What is needed |
Below are the records; copy out every line that holds the word "length".

[Saved data entries]
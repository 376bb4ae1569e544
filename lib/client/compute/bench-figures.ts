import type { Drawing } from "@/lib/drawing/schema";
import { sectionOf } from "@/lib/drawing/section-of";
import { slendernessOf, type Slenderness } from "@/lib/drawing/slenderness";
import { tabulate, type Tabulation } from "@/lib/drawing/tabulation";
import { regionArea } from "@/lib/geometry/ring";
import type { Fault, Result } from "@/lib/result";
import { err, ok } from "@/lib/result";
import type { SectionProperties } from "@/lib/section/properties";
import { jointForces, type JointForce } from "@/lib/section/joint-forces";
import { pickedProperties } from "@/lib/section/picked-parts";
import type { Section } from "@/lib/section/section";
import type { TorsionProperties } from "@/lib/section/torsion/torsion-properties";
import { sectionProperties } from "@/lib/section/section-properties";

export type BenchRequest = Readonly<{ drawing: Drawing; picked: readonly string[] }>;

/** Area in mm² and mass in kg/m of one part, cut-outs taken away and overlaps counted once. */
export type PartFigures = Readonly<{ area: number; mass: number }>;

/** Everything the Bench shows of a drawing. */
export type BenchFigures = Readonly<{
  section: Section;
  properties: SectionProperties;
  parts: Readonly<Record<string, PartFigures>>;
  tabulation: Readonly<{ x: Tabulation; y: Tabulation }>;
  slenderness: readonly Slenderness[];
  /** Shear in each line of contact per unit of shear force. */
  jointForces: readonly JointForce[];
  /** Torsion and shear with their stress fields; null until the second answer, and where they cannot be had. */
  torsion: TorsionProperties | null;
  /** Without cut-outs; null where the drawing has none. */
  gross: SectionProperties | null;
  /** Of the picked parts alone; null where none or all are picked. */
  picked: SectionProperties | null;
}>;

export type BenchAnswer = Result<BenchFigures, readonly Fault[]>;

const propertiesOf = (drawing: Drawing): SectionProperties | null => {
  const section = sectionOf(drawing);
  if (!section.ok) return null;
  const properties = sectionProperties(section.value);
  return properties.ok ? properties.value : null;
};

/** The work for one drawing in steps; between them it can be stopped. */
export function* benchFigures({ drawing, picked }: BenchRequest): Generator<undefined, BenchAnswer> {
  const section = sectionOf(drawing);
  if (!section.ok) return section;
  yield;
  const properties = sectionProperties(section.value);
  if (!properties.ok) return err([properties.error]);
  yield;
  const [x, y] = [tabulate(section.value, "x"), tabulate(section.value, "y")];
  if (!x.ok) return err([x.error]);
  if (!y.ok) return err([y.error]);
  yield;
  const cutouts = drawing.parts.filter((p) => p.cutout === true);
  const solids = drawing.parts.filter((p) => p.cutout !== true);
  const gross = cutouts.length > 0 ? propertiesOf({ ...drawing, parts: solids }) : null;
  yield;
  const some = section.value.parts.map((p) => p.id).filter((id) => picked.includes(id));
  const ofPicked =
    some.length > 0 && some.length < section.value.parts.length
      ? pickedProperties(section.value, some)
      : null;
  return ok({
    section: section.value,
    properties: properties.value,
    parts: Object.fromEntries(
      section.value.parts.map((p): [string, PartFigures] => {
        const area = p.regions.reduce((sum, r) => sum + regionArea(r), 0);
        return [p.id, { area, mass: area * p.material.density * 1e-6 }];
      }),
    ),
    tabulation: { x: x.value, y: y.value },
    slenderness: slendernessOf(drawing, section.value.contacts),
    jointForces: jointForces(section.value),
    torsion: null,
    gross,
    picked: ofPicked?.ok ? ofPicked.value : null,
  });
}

Exercise output |
  const gross = cutouts.length > 0 ? propertiesOf({ ...drawing, parts: solids }) : null;
    some.length > 0 && some.length < section.value.parts.length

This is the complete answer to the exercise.